Et si le « piège éthique » de l’IA était un piège énergétique ?

Un data center, vu sous son meilleur jour…

Nul n’ignore que l’intelligence artificielle repose sur le traitement intensif de données massives, ce qui requiert des ressources considérables en termes de stockage de données comme en puissance de calcul. Et pourtant, les conséquences de ce simple fait semblent avoir été longtemps sous-évaluées, et elles font craindre une crise inattendue de notre approvisionnement électrique.

Il s’agit ici des puissances de calcul et des ressources de stockage de données de masse nécessaires à l’IA à quoi il faut ajouter la blockchain et les cryptomonnaies dont le coût énergétique pourrait également devenir un souci majeur en fonction de leur démocratisation.

Les estimations sans cesse réévaluées des impacts de ces nouvelles sources de consommation électrique font ressortir des risques sérieux sur les capacités de production et les réseaux de transport de l’énergie électrique. A cela s’ajoute une menace sur les trajectoires de décarbonation qui dépendent en partie d’une réduction de la demande énergétique.

Il faut réfléchir à nos priorités, bienvenue en « énergéthique » !

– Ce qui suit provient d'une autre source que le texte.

def check_settings(s: MapSettings) -> None:
    """One-line errors for settings that cannot work together."""
    where = f"job file {s.job_file}: " if s.job_file else ""
    _choice(s.chemistry, CHOICES["chemistry"], f"{where}chemistry")
    _choice(s.pco2_units, CHOICES["pco2_units"], f"{where}pco2 units")
    _choice(s.negative_runoff, CHOICES["negative_runoff"], f"{where}negative runoff handling")
    for layer in s.layers:
        _choice(layer, tuple(LAYERS), f"{where}layer")
    if not s.layers:
        raise InputError(f"{where}no output layers selected; choose from {', '.join(LAYERS)}")
    if s.temperature is None:
        raise InputError(f"{where}no temperature given; give --temperature as a raster (degrees C) or a number")
    if s.runoff is None and (s.precipitation is None or s.aet is None):
        raise InputError(
            f"{where}no runoff given; give --runoff (mm/yr) or both --precipitation and --aet (mm/yr)"
        )
    if s.runoff is not None and s.precipitation is not None:
        raise InputError(f"{where}both runoff and precipitation given; give --runoff or --precipitation with --aet, not both")
    if s.pco2 is None:
        raise InputError(
            f"{where}no soil PCO2 given; give --pco2 (raster or number) or --pco2 {PCO2_FROM_AET} with --aet"
        )
    if s.pco2_from_aet and s.aet is None:
        raise InputError(f"{where}--pco2 {PCO2_FROM_AET} needs --aet (actual evapotranspiration, mm/yr)")
    if s.pco2_units == "ppmv" and s.elevation is not None and s.air_pressure_atm is not None:
        raise InputError(f"{where}give either elevation or air_pressure_atm for ppmv PCO2, not both")
    if s.air_pressure_atm is not None and not (0.2 <= s.air_pressure_atm <= 1.1):
        raise InputError(f"{where}air_pressure_atm {s.air_pressure_atm} is outside 0.2-1.1 atm; give the air pressure in atm")
    grid_parts = [s.grid_crs, s.grid_resolution, s.grid_bounds]
    if any(p is not None for p in grid_parts):
        if s.grid_like is not None:
            raise InputError(f"{where}give --grid-like or --grid-crs/--grid-resolution/--grid-bounds, not both")
        missing = [name for name, value in (("--grid-crs", s.grid_crs), ("--grid-resolution", s.grid_resolution))
                   if value is None]
        if missing:
            raise InputError(
                f"{where}a target grid needs both --grid-crs and --grid-resolution; add {' and '.join(missing)} "
                "(--grid-bounds is optional: default the lithology extent)"
            )
    if not (isinstance(s.workers, int) and 1 <= s.workers <= 256):
        raise InputError(f"{where}workers {s.workers!r} must be an integer from 1 to 256")
    if not (isinstance(s.gdal_cache_mb, int) and 16 <= s.gdal_cache_mb <= 65536):
        raise InputError(f"{where}gdal_cache_mb {s.gdal_cache_mb!r} must be an integer from 16 to 65536 (MB)")
    if not (isinstance(s.block_size, int) and 16 <= s.block_size <= 8192 and s.block_size % 16 == 0):
        raise InputError(f"{where}block_size {s.block_size!r} must be a multiple of 16 from 16 to 8192 cells; e.g. 512")
    _choice(s.layout, CHOICES["layout"], f"{where}layout")
    _choice(s.compress, CHOICES["compress"], f"{where}compression")
    if s.lithology_resampling in REFUSED_LITHOLOGY_RESAMPLING:
        raise InputError(
            f"{where}lithology resampling {s.lithology_resampling!r} is refused: interpolating "
            "categorical codes invents classes; use nearest or mode (or auto)"
        )
    _choice(s.lithology_resampling, CHOICES["lithology_resampling"], f"{where}lithology resampling")
    _choice(s.continuous_resampling, CHOICES["continuous_resampling"], f"{where}continuous resampling")
    from denude.io.uncertainty_spec import scenario_problem

    problem = scenario_problem(s.scenario, s.precipitation is not None, s.aet is not None)
    if problem:
        raise InputError(f"{where}{problem}")


def _parse_value(value, field_name: str, base: Path | None):
    """A raster path (absolute str) or a float constant from a flag or job-file value."""
    if value is None:
        return None
    if isinstance(value, bool):
        raise JobFileError(f"{field_name} = {value!r} is not a path or a number")
    if isinstance(value, (int, float)):
        return float(value)
    text = str(value).strip()
    if field_name == "pco2" and text.lower() in (PCO2_FROM_AET, "aet", "brook1983"):
        return PCO2_FROM_AET
    try:
        number = float(text)
    except ValueError:
        return _parse_path(text, base)
    if not math.isfinite(number):
        raise InputError(f"{field_name} {text!r} is not a finite number; give a number or a raster path")
    return number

Le décollage vertical de l’IA

Un data center est en réalité un vaste échangeur thermique avec, au milieu, les serveurs et les armoires de liaisons réseau qu’on met sur toutes les photos.

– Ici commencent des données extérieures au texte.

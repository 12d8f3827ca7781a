"""Warping inputs onto the target grid: footprints, the resampling rule, warp plans and
per-window readers (``GridReader``).

Warping rules (see ``choose_resampling``): categorical inputs use nearest, or mode when the
target cells are coarser than the source cells; bilinear and other interpolating methods are
refused for them. Continuous inputs use bilinear, or average when coarsening. Source and
destination nodata are always passed explicitly, and cells outside an input's footprint
become nodata (NaN, or ``INT32_NODATA`` for codes), never 0.

Block-by-block warping equals whole-raster warping bit for bit: a window is read from a
WarpedVRT that spans the whole target grid, and GDAL warps that VRT in its own fixed blocks,
so a cell's value never depends on the window that asked for it. (Warping each window into
its own array does not have this property: GDAL's approximate transformer and resampling
scale are derived per chunk, and values then differ in the last digits between windows.)
"""

from __future__ import annotations

import math
from dataclasses import dataclass

import numpy as np
from rasterio.enums import Resampling
from rasterio.errors import RasterioError
from rasterio.vrt import WarpedVRT
from rasterio.warp import transform_bounds
from rasterio.windows import Window

from denude.errors import GridError, InputError
from denude.io.grid import Grid
from denude.io.raster_inputs import RasterInfo, _opened, check_georeferenced, open_raster, read_error
from denude.registry import INT32_NODATA


RESAMPLING = {
    "nearest": Resampling.nearest,
    "mode": Resampling.mode,
    "bilinear": Resampling.bilinear,
    "cubic": Resampling.cubic,
    "average": Resampling.average,
}
CATEGORICAL_METHODS = ("nearest", "mode")
CONTINUOUS_METHODS = ("bilinear", "cubic", "average", "nearest")

#: Target cells at least this many times larger than source cells count as coarsening.
COARSENING_RATIO = 1.5

#: Error allowed in the approximate coordinate transformer, pixels (gdalwarp's default; common
#: practice, no source). Consistency between windows does not depend on it (see GridReader).
WARP_TOLERANCE_PX = 0.125
#: Memory for one warp chunk, MB.
WARP_MEM_LIMIT_MB = 64



DENSIFY_POINTS = 21


def footprint_in_crs(path, role: str, crs, dataset=None) -> tuple[float, float, float, float]:
    """A raster's bounds (left, bottom, right, top) transformed into ``crs`` [its units], with
    densified edges. No CRS, an extent that cannot be projected, or one that wraps around the
    antimeridian in ``crs`` is a one-line GridError. ``dataset``: the raster, if already open."""
    with _opened(path, role, dataset) as ds:
        check_georeferenced(ds, f"{role} raster {path}")
        src_crs, src_bounds = ds.crs, tuple(ds.bounds)
    if src_crs == crs:
        return src_bounds
    try:
        left, bottom, right, top = transform_bounds(src_crs, crs, *src_bounds, densify_pts=DENSIFY_POINTS)
    except Exception:  # projection failures depend on PROJ
        left = bottom = right = top = math.nan
    if not all(math.isfinite(v) for v in (left, bottom, right, top)) or right <= left or top <= bottom:
        raise GridError(
            f"{role} raster {path}: its extent cannot be projected to the target CRS as one box "
            "(outside the CRS's area, or across the antimeridian); give --grid-bounds"
        )
    return (left, bottom, right, top)


def footprint_on(info: RasterInfo, grid: Grid) -> tuple[float, float, float, float]:
    """An input's bounds in the target CRS (densified edges)."""
    src = info.grid
    if src.crs == grid.crs:
        return src.bounds
    try:
        return transform_bounds(src.crs, grid.crs, *src.bounds, densify_pts=DENSIFY_POINTS)
    except Exception:  # pragma: no cover - projection failures depend on PROJ
        raise GridError(
            f"{info.role} raster {info.path}: its extent cannot be projected to the target CRS; "
            "check both CRSs"
        ) from None


def overlap_fraction(info: RasterInfo, grid: Grid) -> float:
    """Fraction (0-1) of the target grid's extent covered by the input's footprint."""
    l, b, r, t = footprint_on(info, grid)
    gl, gb, gr, gt = grid.bounds
    w = max(0.0, min(r, gr) - max(l, gl))
    h = max(0.0, min(t, gt) - max(b, gb))
    area = (gr - gl) * (gt - gb)
    return (w * h) / area if area > 0 else 0.0


def source_cell_size_on(info: RasterInfo, grid: Grid) -> float:
    """Approximate source cell size in target CRS units (geometric mean of x and y)."""
    l, b, r, t = footprint_on(info, grid)
    sx = (r - l) / info.width
    sy = (t - b) / info.height
    return math.sqrt(abs(sx * sy))


def is_coarsening(info: RasterInfo, grid: Grid) -> bool:
    """True when target cells are at least COARSENING_RATIO times the source cells."""
    tx, ty = grid.res
    return math.sqrt(tx * ty) >= COARSENING_RATIO * source_cell_size_on(info, grid)


def choose_resampling(info: RasterInfo, grid: Grid, categorical: bool, requested: str = "auto") -> str:
    """The resampling method for one input: 'auto' picks by kind and coarsening."""
    requested = (requested or "auto").lower()
    allowed = CATEGORICAL_METHODS if categorical else CONTINUOUS_METHODS
    if requested == "auto":
        if categorical:
            return "mode" if is_coarsening(info, grid) else "nearest"
        return "average" if is_coarsening(info, grid) else "bilinear"
    if requested not in allowed:
        kind = "categorical" if categorical else "continuous"
        extra = " (interpolating codes would invent classes)" if categorical and requested in RESAMPLING else ""
        raise InputError(
            f"{info.role} raster {info.path}: resampling {requested!r} is not allowed for a {kind} "
            f"input{extra}; use one of auto, {', '.join(allowed)}"
        )
    return requested


def aligned_offset(info: RasterInfo, grid: Grid) -> tuple[int, int] | None:
    """(row, col) offset of the target grid inside the source when both share CRS, cell size
    and cell edges (then reading is a plain window read); else None."""
    s = info.transform
    g = grid.transform
    if not (math.isclose(s[0], g[0], rel_tol=1e-9) and math.isclose(s[4], g[4], rel_tol=1e-9)):
        return None
    col = (g[2] - s[2]) / s[0]
    row = (g[5] - s[5]) / s[4]
    if abs(col - round(col)) > 1e-6 or abs(row - round(row)) > 1e-6:
        return None
    if info.grid.crs != grid.crs:
        return None
    return int(round(row)), int(round(col))


@dataclass(frozen=True)
class WarpPlan:
    """How one input is put on the target grid (picklable)."""

    info: RasterInfo
    categorical: bool
    resampling: str
    offset: tuple[int, int] | None          # set when the input is aligned with the grid
    footprint: tuple[float, float, float, float]  # in target CRS units

    def describe(self) -> str:
        how = "read directly (aligned with the target grid)" if self.offset is not None else f"warped with {self.resampling}"
        kind = "categorical" if self.categorical else "continuous"
        return f"{self.info.role} ({kind}): {how}"


def plan_warp(info: RasterInfo, grid: Grid, categorical: bool, requested: str = "auto") -> WarpPlan:
    """Decide how to bring one input onto the grid; refuses inputs that miss the grid."""
    if overlap_fraction(info, grid) <= 0.0:
        raise GridError(
            f"{info.role} raster {info.path} does not overlap the target grid {grid.bounds}; check "
            "its CRS and extent or choose another grid"
        )
    method = choose_resampling(info, grid, categorical, requested)
    offset = aligned_offset(info, grid)
    return WarpPlan(info, categorical, method, offset, footprint_on(info, grid))


def _dest_dtype(plan: WarpPlan):
    if plan.categorical:
        return np.int32
    return np.float64 if plan.info.dtype == "float64" else np.float32


def _dest_nodata(plan: WarpPlan):
    return INT32_NODATA if plan.categorical else np.nan


def _mark_nodata(plan: WarpPlan, data: np.ndarray, src_nodata) -> np.ndarray:
    """Cast a directly read block to the destination dtype with destination nodata."""
    if plan.categorical and data.dtype.kind == "f":
        bad = ~np.isfinite(data)
        out = np.where(bad, 0, data).astype(np.int32)
        out[bad] = INT32_NODATA
    else:
        out = data.astype(_dest_dtype(plan))
    if src_nodata is not None and not math.isnan(src_nodata):
        if plan.categorical:
            out[data == src_nodata] = INT32_NODATA
        else:
            out[data == src_nodata] = np.nan
    return out


def read_on_grid(dataset, plan: WarpPlan, grid: Grid, window: Window) -> np.ndarray:
    """One window of an input on the target grid: int32 codes (INT32_NODATA = none) for
    categorical inputs, float32/64 values (NaN = none) for continuous ones.

    ``dataset`` is the open input; for a plan that needs warping pass the ``GridReader``
    (or call ``GridReader.read``), which warps through a full-grid WarpedVRT."""
    reader = GridReader(plan, grid, dataset=dataset)
    try:
        return reader.read(window)
    finally:
        reader.close()


class GridReader:
    """Reads windows of one input on the target grid. Not shared between threads.

    Aligned inputs are plain window reads. Other inputs are read through one WarpedVRT
    spanning the whole target grid: GDAL warps such a VRT in fixed blocks, so the value of a
    cell does not depend on which window asked for it (tiled == whole, bit for bit)."""

    def __init__(self, plan: WarpPlan, grid: Grid, dataset=None):
        self.plan = plan
        self.grid = grid
        self._own = dataset is None
        self.dataset = dataset if dataset is not None else open_raster(plan.info.path, plan.info.role)
        self.vrt = None
        self.dtype = _dest_dtype(plan)
        self.nodata = _dest_nodata(plan)

    def _warped(self):
        if self.vrt is None:
            self.vrt = WarpedVRT(
                self.dataset, crs=self.grid.crs, transform=self.grid.affine,
                width=self.grid.width, height=self.grid.height,
                resampling=RESAMPLING[self.plan.resampling],
                src_nodata=self.dataset.nodata, nodata=self.nodata,
                dtype=np.dtype(self.dtype).name, tolerance=WARP_TOLERANCE_PX,
                warp_mem_limit=WARP_MEM_LIMIT_MB,
            )
        return self.vrt

    def read(self, window: Window) -> np.ndarray:
        """One window on the target grid; a GDAL read failure of the input (truncated file,
        corrupt tile, a mosaic tile that cannot be opened) is a one-line InputError naming it."""
        try:
            return self._read(window)
        except (RasterioError, OSError) as exc:
            info = self.plan.info
            where = f" in the window at row {int(window.row_off)}, column {int(window.col_off)} of the target grid"
            raise read_error(info.path, info.role, exc, where) from None

    def _read(self, window: Window) -> np.ndarray:
        plan, grid = self.plan, self.grid
        rows, cols = int(window.height), int(window.width)
        out = np.full((rows, cols), self.nodata, dtype=self.dtype)
        if plan.offset is not None:
            ds = self.dataset
            r0 = int(window.row_off) + plan.offset[0]
            c0 = int(window.col_off) + plan.offset[1]
            rs, re_ = max(r0, 0), min(r0 + rows, ds.height)
            cs, ce = max(c0, 0), min(c0 + cols, ds.width)
            if rs < re_ and cs < ce:
                block = ds.read(1, window=Window(cs, rs, ce - cs, re_ - rs))
                out[rs - r0:re_ - r0, cs - c0:ce - c0] = _mark_nodata(plan, block, ds.nodata)
            return out
        # windows clearly outside the footprint hold nodata only: skip the warp
        transform = grid.window_transform(window)
        wl, wt = transform.c, transform.f
        wr, wb = wl + transform.a * cols, wt + transform.e * rows
        l, b, r, t = plan.footprint
        margin = 2.0 * max(grid.res[0], grid.res[1], (r - l) / plan.info.width, (t - b) / plan.info.height)
        if wr < l - margin or wl > r + margin or wt < b - margin or wb > t + margin:
            return out
        return self._warped().read(1, window=window, out_dtype=self.dtype)

    def close(self) -> None:
        if self.vrt is not None:
            self.vrt.close()
            self.vrt = None
        if self._own:
            self.dataset.close()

Alors que tout le monde avait les yeux tournés vers le surcroît de consommation imputable à l’électrification du parc automobile, c’est finalement le décollage vertical de l’IA qui fait peser une lourde menace sur les prévisions des électriciens. Qu’on en juge : selon une étude parue dans Forbes en 2023, 50% des organisations étaient sur le point d’intégrer l’IA dans leurs outils de travail ; or une simple requête ChatGPT consomme entre 10 et 25 fois plus d’énergie qu’une recherche sur Google. Le nombre de data centers, déjà multiplié par 4 entre 2022 et 2024, doit doubler entre 2024 et 2027. Et ce que les photos ne montrent pas, c’est que chaque data center est en réalité un vaste échangeur thermique avec, au milieu, les serveurs et les armoires de liaisons réseau que l’on met sur toutes les photos. La consommation mondiale des serveurs IA atteindra 500 térawattheures (TWh) d’ici 2027, soit 2,6 fois le niveau de 2023. 500 TWh, c’est déjà plus que la consommation française à son point historique le plus élevé ; du point de vue énergétique, c’est comme si on avait ajouté un grand pays développé sur la carte du monde. Et la perspective au-delà de ce point est celle d’une poursuite de la croissance des besoins de 10% par an pendant encore plusieurs années.

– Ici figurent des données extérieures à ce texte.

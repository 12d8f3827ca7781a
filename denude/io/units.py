"""The unit a raster declares (GDAL band unit, or a ``units``/``unit`` tag of the band or the
dataset) and the one rule choosing the unit of an input: an explicit option beats the
metadata (with a warning when they differ), the metadata beats the run's default unit.
"""

from __future__ import annotations

from dataclasses import dataclass

from denude.core.units import Unit, default_unit, require_unit
from denude.errors import InputError

#: Tag names read for a declared unit, band first, then dataset.
UNIT_TAGS = ("units", "unit")


def declared_units(ds) -> list[tuple[str, str]]:
    """Non-empty unit declarations of band 1 of an open dataset, as (text, where) pairs:
    the GDAL band unit, then ``units``/``unit`` tags of the band, then of the dataset."""
    found = []
    try:
        band_unit = (ds.units or ("",))[0]
    except Exception:          # pragma: no cover - drivers without unit support
        band_unit = ""
    if band_unit and band_unit.strip():
        found.append((band_unit.strip(), "band unit"))
    for scope, tags in (("band tag", ds.tags(1)), ("dataset tag", ds.tags())):
        for name in UNIT_TAGS:
            value = tags.get(name)
            if value and value.strip():
                found.append((value.strip(), f"{scope} {name!r}"))
    return found


@dataclass(frozen=True)
class UnitChoice:
    """The unit an input is read in, and where that came from."""

    role: str
    unit: Unit
    source: str                   # "option", "metadata" or "default"
    declared: str | None = None   # the metadata's text, when there was one


def metadata_unit(role: str, ds, path) -> tuple[Unit, str] | None:
    """(unit, declared text) the raster ``ds`` declares for ``role``, or None. An unknown unit,
    a unit of another quantity, or two declarations that disagree are one-line errors."""
    declarations = declared_units(ds)
    if not declarations:
        return None
    units = [(require_unit(role, text, f"{role} raster {path} ({where})"), text) for text, where in declarations]
    first, text = units[0]
    for other, other_text in units[1:]:
        if other.name != first.name:
            raise InputError(
                f"{role} raster {path} declares two units, {text!r} and {other_text!r}; "
                "set one unit in its metadata (or give the unit option)")
    return first, text


def choose_unit(role: str, option: str | None, ds=None, path=None) -> tuple[UnitChoice, str | None]:
    """The unit of one input and a warning text (or None). ``option``: the unit given on the
    command line or in the job file (None = not given); ``ds``: the open raster (None for a
    constant). The option wins over the metadata; a disagreement is warned about."""
    declared = metadata_unit(role, ds, path) if ds is not None else None
    if option is not None:
        unit = require_unit(role, option, f"--{role.replace('_', '-')}-units")
        warning = None
        if declared is not None and declared[0].name != unit.name:
            warning = (f"{role} raster {path} declares unit {declared[1]!r} but {role} units {unit.name} were "
                       f"given: the option wins, the values are read as {unit.name}")
        return UnitChoice(role, unit, "option", declared[1] if declared else None), warning
    if declared is not None:
        return UnitChoice(role, declared[0], "metadata", declared[1]), None
    return UnitChoice(role, default_unit(role), "default"), None

def settings_unit(settings, role: str) -> tuple[Unit, str]:
    """(unit, source) an input of a job is read in: as resolved by validation
    (``settings.input_units``), else the unit option, else the run's default unit."""
    for entry in settings.input_units:
        if entry[0] == role:
            return require_unit(role, entry[1], "resolved unit"), entry[2]
    option = getattr(settings, f"{role}_units", None)
    if option is not None:
        return require_unit(role, option, f"--{role.replace('_', '-')}-units"), "option"
    return default_unit(role), "default"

La progression du nombre de datacenters dans le monde entraine une augmentation considérable des besoins électriques. (Crédit Gartner)

A l’échelle de l’UE, les 1 240 centres de données de l’UE ont consommé un peu moins de 100 TWh, soit 4 % de la demande d’électricité du continent. Selon l’Agence internationale de l’énergie, la construction de nouveaux centres de données devrait faire passer ce chiffre à environ 150 TWh d’ici 2026, en route sans doute pour atteindre 8% à 10% entre 2030 et 2035. Là aussi une consommation digne de celle d’un pays supplémentaire moyen (par exemple l’Espagne) aura été ajoutée.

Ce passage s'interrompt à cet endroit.